_WHAT YOU WILL DO_:
Please repeat, from the entries that follow, the lines from the one containing "for (var k = 0; k < result.FrequenciesHz.Length;" through the one containing "Matrix<double> a, Matrix<double>" exactly, adding nothing.

_EXCERPTED RECORDS_:

.....

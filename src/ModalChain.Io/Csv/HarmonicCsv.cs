using System.Numerics;
using ModalChain.Core.Analyses.Harmonic;
using ModalChain.Io.Json;

namespace ModalChain.Io.Csv;

/// <summary>Writes a harmonic sweep as CSV: one row per frequency (per case and frequency for load cases), magnitude and phase columns with SI units in the header.</summary>
public static class HarmonicCsv
{
    /// <summary>Writes the header and one row per frequency to <paramref name="writer"/>.</summary>
    public static void Write(TextWriter writer, HarmonicResult result) => Write(writer, result, null, true);

    /// <summary>Writes the sweeps of a model with load cases as one table: a first column names the case, then each case's rows (every case has the same columns).</summary>
    public static void Write(TextWriter writer, LoadCaseResult result)
    {
        ArgumentNullException.ThrowIfNull(result);
        for (var c = 0; c < result.Cases.Length; c++) Write(writer, result.Cases[c].Result, result.Cases[c].Case.Name, c == 0);
    }

    private static void Write(TextWriter writer, HarmonicResult result, string? caseName, bool withHeader)
    {
        ArgumentNullException.ThrowIfNull(writer);
        ArgumentNullException.ThrowIfNull(result);
        var lead = caseName is null ? 0 : 1;
        var header = caseName is null ? new List<string> { "frequency [Hz]" } : ["case", "frequency [Hz]"];
        var columns = new List<Func<int, Complex>>();
        foreach (var r in result.Responses)
            foreach (var q in Enum.GetValues<ResponseQuantity>())
            {
                header.Add($"{r.Dof} {HarmonicJson.Name(q)} magnitude [{HarmonicJson.Unit(q)}]");
                header.Add($"{r.Dof} {HarmonicJson.Name(q)} phase [deg]");
                var response = r;
                var quantity = q;
                columns.Add(k => response.At(k, result.FrequenciesHz[k], quantity));
            }
        foreach (var e in result.ElementForces)
        {
            header.Add($"{e.Element} {(e.Kind == ElementKind.Spring ? "spring" : "damper")} force magnitude [N]");
            header.Add($"{e.Element} {(e.Kind == ElementKind.Spring ? "spring" : "damper")} force phase [deg]");
            var force = e;
            columns.Add(k => force.Force[k]);
        }
        foreach (var s in result.Reactions)
        {
            header.Add($"reaction {s.Support} magnitude [N]");
            header.Add($"reaction {s.Support} phase [deg]");
            var reaction = s;
            columns.Add(k => reaction.Force[k]);
        }
        if (withHeader)
        {
            writer.Write(CsvText.Row(header));
            writer.Write('\n');
        }
        var fields = new string[header.Count];
        if (caseName is not null) fields[0] = caseName;
        for (var k = 0; k < result.FrequenciesHz.Length; k++)
        {
            fields[lead] = CsvText.Number(result.FrequenciesHz[k]);
            for (var c = 0; c < columns.Count; c++)
            {
                var z = columns[c](k);
                fields[lead + 1 + 2 * c] = CsvText.Number(z.Magnitude);
                fields[lead + 2 + 2 * c] = CsvText.Number(HarmonicJson.PhaseDegrees(z));
            }
            writer.Write(CsvText.Row(fields));
            writer.Write('\n');
        }
    }
}
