using System.Collections.Immutable;
using System.Globalization;
using System.Numerics;
using MathNet.Numerics.LinearAlgebra;
using ModalChain.Core.Analyses.Modal;
using ModalChain.Core.Assembly;

namespace ModalChain.Core.Analyses.FirstOrder;

/// <summary>The state-space form of M ẍ + C ẋ + K x = F when some massless DOFs are touched by damping (first-order states).</summary>
/// <remarks>
/// <para>The free DOFs split into inertial r, massless-static s and massless-damped d (<see cref="MasslessReduction.Classify"/>).
/// The s DOFs are condensed statically (<see cref="MasslessReduction.Condense"/>; C has no s rows). What remains is</para>
/// <para>M_rr ẍ_r + C_rr ẋ_r + C_rd ẋ_d + K̃_rr x_r + K̃_rd x_d = F̃_r and C_dr ẋ_r + C_dd ẋ_d + K̃_dr x_r + K̃_dd x_d = F̃_d,</para>
/// <para>a descriptor system E ż = Â z + B̂ F̃ in z = [x_r; ẋ_r; x_d] whose E = diag(I, M_rr, 0) + the C_rd/C_dd coupling is
/// invertible when M_rr and C_dd are. Solving the second line for ẋ_d (P = C_dd⁻¹) gives the explicit form ż = A z + B F̃:</para>
/// <para>ẋ_d = P(F̃_d − K̃_dr x_r − C_dr ẋ_r − K̃_dd x_d);
/// ẍ_r = M_rr⁻¹(F̃_r − C_rd P F̃_d − (K̃_rr − C_rd P K̃_dr) x_r − (C_rr − C_rd P C_dr) ẋ_r − (K̃_rd − C_rd P K̃_dd) x_d).</para>
/// <para>The state has 2·n_r + n_d entries: each inertial DOF brings two roots, each first-order DOF one. A hysteretic loss
/// factor has no time-domain form and is not part of A. C_dd singular (massless nodes joined to the rest by no damper
/// path) or M_rr singular (inertance that reaches no mass) is refused with the DOFs named.</para>
/// </remarks>
public sealed class FirstOrderSystem
{
    private FirstOrderSystem(MasslessClasses classes, StaticCondensation condensation, int[] r, int[] d,
        Matrix<double> a, Matrix<double> b, Matrix<double> massRR, Matrix<double> stiffness, Matrix<double> damping)
    {
        Classes = classes;
        Condensation = condensation;
        InertialSlots = [.. r];
        FirstOrderSlots = [.. d];
        State = a;
        Input = b;
        InertialMass = massRR;
        KeptStiffness = stiffness;
        KeptDamping = damping;
    }

    /// <summary>How the free DOFs split.</summary>
    public MasslessClasses Classes { get; }

    /// <summary>The static condensation of the massless DOFs no damping touches (kept = inertial and first-order DOFs).</summary>
    public StaticCondensation Condensation { get; }

    /// <summary>Positions of the inertial DOFs among <see cref="StaticCondensation.Kept"/>.</summary>
    public ImmutableArray<int> InertialSlots { get; }

    /// <summary>Positions of the first-order DOFs among <see cref="StaticCondensation.Kept"/>.</summary>
    public ImmutableArray<int> FirstOrderSlots { get; }

    /// <summary>A in 1/s (dense, order 2·n_r + n_d): ż = A z + B F̃ with z = [x_r; ẋ_r; x_d].</summary>
    public Matrix<double> State { get; }

    /// <summary>B (order × kept DOFs): the state's response to the condensed load F̃ in N.</summary>
    public Matrix<double> Input { get; }

    /// <summary>M_rr in kg.</summary>
    public Matrix<double> InertialMass { get; }

    /// <summary>K̃ over the kept DOFs in N/m (dense).</summary>
    public Matrix<double> KeptStiffness { get; }

    /// <summary>C over the kept DOFs in N·s/m (dense).</summary>
    public Matrix<double> KeptDamping { get; }

    /// <summary>Number of inertial DOFs n_r.</summary>
    public int InertialCount => InertialSlots.Length;

    /// <summary>Number of first-order DOFs n_d.</summary>
    public int FirstOrderCount => FirstOrderSlots.Length;

    /// <summary>Order of the state, 2·n_r + n_d.</summary>
    public int Order => 2 * InertialCount + FirstOrderCount;

    /// <summary>Number of free DOFs before condensation.</summary>
    public int Size => Condensation.FullSize;

    /// <summary>Builds the state-space form of M (kg), C (N·s/m) and K (N/m) over the free DOFs.</summary>
    /// <exception cref="NumericalFailureException">C_dd or M_rr is singular (see the remarks).</exception>
    public static FirstOrderSystem Build(Matrix<double> mass, Matrix<double> damping, Matrix<double> stiffness,
        Func<int, string>? label = null)
    {
        ArgumentNullException.ThrowIfNull(mass);
        ArgumentNullException.ThrowIfNull(damping);
        ArgumentNullException.ThrowIfNull(stiffness);
        label ??= i => i.ToString(CultureInfo.InvariantCulture);
        var classes = MasslessReduction.Classify(mass, damping);
        var condensation = MasslessReduction.Condense(stiffness, classes.Static);
        var kept = condensation.Kept;
        var slot = new Dictionary<int, int>();
        for (var k = 0; k < kept.Length; k++) slot[kept[k]] = k;
        var r = classes.Inertial.Select(i => slot[i]).ToArray();
        var d = classes.FirstOrder.Select(i => slot[i]).ToArray();
        var nr = r.Length;
        var nd = d.Length;
        var nk = kept.Length;

        var kk = Matrix<double>.Build.DenseOfMatrix(condensation.Stiffness);
        var ck = Matrix<double>.Build.Dense(nk, nk);
        foreach (var (i, j, v) in damping.EnumerateIndexed(Zeros.AllowSkip))
            if (slot.TryGetValue(i, out var a) && slot.TryGetValue(j, out var b)) ck[a, b] += v;
        var mrr = Matrix<double>.Build.Dense(nr, nr);
        foreach (var (i, j, v) in mass.EnumerateIndexed(Zeros.AllowSkip))
            if (slot.TryGetValue(i, out var a) && slot.TryGetValue(j, out var b)) mrr[Array.IndexOf(r, a), Array.IndexOf(r, b)] += v;

        Matrix<double> Block(Matrix<double> m, int[] rows, int[] columns) =>
            Matrix<double>.Build.Dense(rows.Length, columns.Length, (i, j) => m[rows[i], columns[j]]);
        var krr = Block(kk, r, r);
        var krd = Block(kk, r, d);
        var kdr = Block(kk, d, r);
        var kdd = Block(kk, d, d);
        var crr = Block(ck, r, r);
        var crd = Block(ck, r, d);
        var cdr = Block(ck, d, r);
        var cdd = Block(ck, d, d);

        var p = nd == 0 ? Matrix<double>.Build.Dense(0, 0) : Invert(cdd, "damping", classes.FirstOrder, label,
            "a massless node (or group of them) that a damper reaches must be tied by damping to a mass or a support");
        var mInv = nr == 0 ? Matrix<double>.Build.Dense(0, 0) : Invert(mrr, "mass", classes.Inertial, label,
            "the inertance at these DOFs reaches no mass (e.g. an inerter between two massless nodes and nothing else)");

        var cp = crd * p;                               // C_rd P
        var kr = krr - cp * kdr;
        var cr = crr - cp * cdr;
        var kd = krd - cp * kdd;
        var order = 2 * nr + nd;
        var state = Matrix<double>.Build.Dense(order, order);
        var input = Matrix<double>.Build.Dense(order, nk);
        for (var i = 0; i < nr; i++) state[i, nr + i] = 1;
        if (nr > 0)
        {
            state.SetSubMatrix(nr, 0, -(mInv * kr));
            state.SetSubMatrix(nr, nr, -(mInv * cr));
            if (nd > 0) state.SetSubMatrix(nr, 2 * nr, -(mInv * kd));
            var mcp = mInv * cp;
            for (var i = 0; i < nr; i++)
            {
                for (var j = 0; j < nr; j++) input[nr + i, r[j]] = mInv[i, j];
                for (var j = 0; j < nd; j++) input[nr + i, d[j]] = -mcp[i, j];
            }
        }
        if (nd > 0)
        {
            if (nr > 0)
            {
                state.SetSubMatrix(2 * nr, 0, -(p * kdr));
                state.SetSubMatrix(2 * nr, nr, -(p * cdr));
            }
            state.SetSubMatrix(2 * nr, 2 * nr, -(p * kdd));
            for (var i = 0; i < nd; i++)
                for (var j = 0; j < nd; j++) input[2 * nr + i, d[j]] = p[i, j];
        }
        return new FirstOrderSystem(classes, condensation, r, d, state, input, mrr, kk, ck);
    }

    private static Matrix<double> Invert(Matrix<double> block, string what, ImmutableArray<int> dofs, Func<int, string> label, string why)
    {
        var scale = block.Enumerate().Select(Math.Abs).DefaultIfEmpty(0).Max();
        try
        {
            var lu = block.LU();
            var inverse = lu.Inverse();
            var ok = scale > 0 && inverse.Enumerate().All(double.IsFinite)
                && Math.Abs(lu.Determinant) > 0
                && inverse.L1Norm() * block.L1Norm() < 1e12;
            if (ok) return inverse;
        }
        catch (ArgumentException) { }
        throw new NumericalFailureException(string.Create(CultureInfo.InvariantCulture,
            $"the {what} matrix at {string.Join(", ", dofs.Take(8).Select(i => $"'{label(i)}'"))}{(dofs.Length > 8 ? ", …" : "")} is singular: {why}"));
    }

    /// <summary>The reduced load F̃ (N, over the kept DOFs) of a full load vector.</summary>
    public double[] ReduceLoad(ReadOnlySpan<double> full) => Condensation.ReduceLoad(full);

    /// <summary>
    /// Every DOF's displacement (m) from the state z and the full load f (N): x_k from z, x_s = T x_k + G f_s.
    /// </summary>
    public double[] Displacements(ReadOnlySpan<double> z, ReadOnlySpan<double> full)
    {
        var kept = new double[Condensation.Kept.Length];
        var nr = InertialCount;
        for (var i = 0; i < nr; i++) kept[InertialSlots[i]] = z[i];
        for (var i = 0; i < FirstOrderCount; i++) kept[FirstOrderSlots[i]] = z[2 * nr + i];
        return Condensation.Expand(kept, CondensedPart(full));
    }

    /// <summary>
    /// Every DOF's velocity (m/s) from the state z, the full load f and its rate ḟ (N/s): ẋ_r from z, ẋ_d from the
    /// first-order rows, ẋ_s = T ẋ_k + G ḟ_s.
    /// </summary>
    public double[] Velocities(ReadOnlySpan<double> z, ReadOnlySpan<double> full, ReadOnlySpan<double> fullRate)
    {
        var zdot = Derivative(z, full);
        var kept = new double[Condensation.Kept.Length];
        var nr = InertialCount;
        for (var i = 0; i < nr; i++) kept[InertialSlots[i]] = z[nr + i];
        for (var i = 0; i < FirstOrderCount; i++) kept[FirstOrderSlots[i]] = zdot[2 * nr + i];
        return Condensation.Expand(kept, CondensedPart(fullRate));
    }

    /// <summary>ż = A z + B F̃ for the state z and the full load f (N).</summary>
    public double[] Derivative(ReadOnlySpan<double> z, ReadOnlySpan<double> full)
    {
        var f = ReduceLoad(full);
        var n = Order;
        var zdot = new double[n];
        for (var i = 0; i < n; i++)
        {
            var sum = 0.0;
            for (var j = 0; j < n; j++) sum += State[i, j] * z[j];
            for (var j = 0; j < f.Length; j++) sum += Input[i, j] * f[j];
            zdot[i] = sum;
        }
        return zdot;
    }

    /// <summary>The state of given full displacements and velocities (x_r, ẋ_r, x_d); the massless DOFs' own velocities follow from it.</summary>
    public double[] StateOf(ReadOnlySpan<double> displacement, ReadOnlySpan<double> velocity)
    {
        var nr = InertialCount;
        var z = new double[Order];
        for (var i = 0; i < nr; i++)
        {
            z[i] = displacement[Classes.Inertial[i]];
            z[nr + i] = velocity[Classes.Inertial[i]];
        }
        for (var i = 0; i < FirstOrderCount; i++) z[2 * nr + i] = displacement[Classes.FirstOrder[i]];
        return z;
    }

    private double[] CondensedPart(ReadOnlySpan<double> full)
    {
        var c = Condensation.Condensed;
        if (full.IsEmpty) return new double[c.Length];
        var part = new double[c.Length];
        for (var i = 0; i < c.Length; i++) part[i] = full[c[i]];
        return part;
    }

    /// <summary>The complex roots of the free motion: eigenvalues of A, one per conjugate pair, each real root classified.</summary>
    /// <remarks>
    /// A root with |λ| at most 1e-9 of the largest is a zero root (a part that no spring holds: it can rest anywhere).
    /// A real root λ &lt; 0 is a relaxation (<see cref="ComplexModeKind.Relaxation"/>, time constant τ = −1/λ) when its
    /// eigenvector stores more strain energy x̃ᵀK̃x̃ than kinetic energy ẋ_rᵀM_rrẋ_r and the first-order DOFs take more
    /// of the damping power ẋᵀCẋ than the inertial ones: the creep of a spring through a damper at a massless node.
    /// Other real roots are overdamped motion of the masses.
    /// </remarks>
    public ImmutableArray<ComplexMode> ComplexModes()
    {
        var n = Order;
        if (n == 0) return [];
        var evd = State.Evd();
        var values = evd.EigenValues;
        var scale = values.Select(v => v.Magnitude).DefaultIfEmpty(0).Max();
        var zero = 1e-9 * Math.Max(scale, 1e-300);
        var imagTolerance = 1e-10 * Math.Max(scale, 1e-300);
        var nr = InertialCount;
        var nk = Condensation.Kept.Length;

        var list = new List<(Complex Value, ComplexModeKind Kind, bool Oscillatory)>();
        for (var col = 0; col < n; col++)
        {
            var v = values[col];
            if (v.Magnitude <= zero) { list.Add((Complex.Zero, ComplexModeKind.RigidBody, false)); continue; }
            if (Math.Abs(v.Imaginary) > imagTolerance)
            {
                if (v.Imaginary > 0) list.Add((v, ComplexModeKind.Elastic, true));
                continue;
            }
            // A real eigenvalue of a real matrix has a real eigenvector (Math.NET stores it in the column).
            var z = evd.EigenVectors.Column(col);
            var x = new double[nk];
            for (var i = 0; i < nr; i++) x[InertialSlots[i]] = z[i];
            for (var i = 0; i < FirstOrderCount; i++) x[FirstOrderSlots[i]] = z[2 * nr + i];
            var xv = MathNet.Numerics.LinearAlgebra.Vector<double>.Build.DenseOfArray(x);
            var strain = xv * (KeptStiffness * xv);
            var vr = z.SubVector(nr, nr);
            var kinetic = nr == 0 ? 0 : vr * (InertialMass * vr);
            var rate = xv * v.Real;
            var power = KeptDamping * rate;
            double dampedAtFirstOrder = 0, dampedAtInertial = 0;
            foreach (var s in FirstOrderSlots) dampedAtFirstOrder += rate[s] * power[s];
            foreach (var s in InertialSlots) dampedAtInertial += rate[s] * power[s];
            var relaxation = FirstOrderCount > 0 && strain > kinetic && dampedAtFirstOrder > dampedAtInertial;
            list.Add((new Complex(v.Real, 0), relaxation ? ComplexModeKind.Relaxation : ComplexModeKind.Elastic, false));
        }
        var ordered = list
            .OrderBy(e => e.Kind == ComplexModeKind.RigidBody ? 0 : 1)
            .ThenBy(e => e.Value.Magnitude)
            .ToArray();
        var result = ImmutableArray.CreateBuilder<ComplexMode>(ordered.Length);
        foreach (var (v, kind, oscillatory) in ordered)
            result.Add(new ComplexMode(result.Count + 1, v, v.Magnitude / (2 * Math.PI), oscillatory ? v.Imaginary / (2 * Math.PI) : 0,
                oscillatory ? -v.Real / v.Magnitude : double.NaN, oscillatory) { Kind = kind });
        return result.MoveToImmutable();
    }
}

.....

_ANSWER FOR THIS EXERCISE_:
        for (var k = 0; k < result.FrequenciesHz.Length; k++)
        {
            fields[lead] = CsvText.Number(result.FrequenciesHz[k]);
            for (var c = 0; c < columns.Count; c++)
            {
                var z = columns[c](k);
                fields[lead + 1 + 2 * c] = CsvText.Number(z.Magnitude);
                fields[lead + 2 + 2 * c] = CsvText.Number(HarmonicJson.PhaseDegrees(z));
            }
            writer.Write(CsvText.Row(fields));
            writer.Write('\n');
        }
    }
}
using System.Collections.Immutable;
using System.Globalization;
using System.Numerics;
using MathNet.Numerics.LinearAlgebra;
using ModalChain.Core.Analyses.Modal;
using ModalChain.Core.Assembly;

namespace ModalChain.Core.Analyses.FirstOrder;

/// <summary>The state-space form of M ẍ + C ẋ + K x = F when some massless DOFs are touched by damping (first-order states).</summary>
/// <remarks>
/// <para>The free DOFs split into inertial r, massless-static s and massless-damped d (<see cref="MasslessReduction.Classify"/>).
/// The s DOFs are condensed statically (<see cref="MasslessReduction.Condense"/>; C has no s rows). What remains is</para>
/// <para>M_rr ẍ_r + C_rr ẋ_r + C_rd ẋ_d + K̃_rr x_r + K̃_rd x_d = F̃_r and C_dr ẋ_r + C_dd ẋ_d + K̃_dr x_r + K̃_dd x_d = F̃_d,</para>
/// <para>a descriptor system E ż = Â z + B̂ F̃ in z = [x_r; ẋ_r; x_d] whose E = diag(I, M_rr, 0) + the C_rd/C_dd coupling is
/// invertible when M_rr and C_dd are. Solving the second line for ẋ_d (P = C_dd⁻¹) gives the explicit form ż = A z + B F̃:</para>
/// <para>ẋ_d = P(F̃_d − K̃_dr x_r − C_dr ẋ_r − K̃_dd x_d);
/// ẍ_r = M_rr⁻¹(F̃_r − C_rd P F̃_d − (K̃_rr − C_rd P K̃_dr) x_r − (C_rr − C_rd P C_dr) ẋ_r − (K̃_rd − C_rd P K̃_dd) x_d).</para>
/// <para>The state has 2·n_r + n_d entries: each inertial DOF brings two roots, each first-order DOF one. A hysteretic loss
/// factor has no time-domain form and is not part of A. C_dd singular (massless nodes joined to the rest by no damper
/// path) or M_rr singular (inertance that reaches no mass) is refused with the DOFs named.</para>
/// </remarks>
public sealed class FirstOrderSystem
{
    private FirstOrderSystem(MasslessClasses classes, StaticCondensation condensation, int[] r, int[] d,
        Matrix<double> a, Matrix<double> b, Matrix<double> massRR, Matrix<double> stiffness, Matrix<double> damping)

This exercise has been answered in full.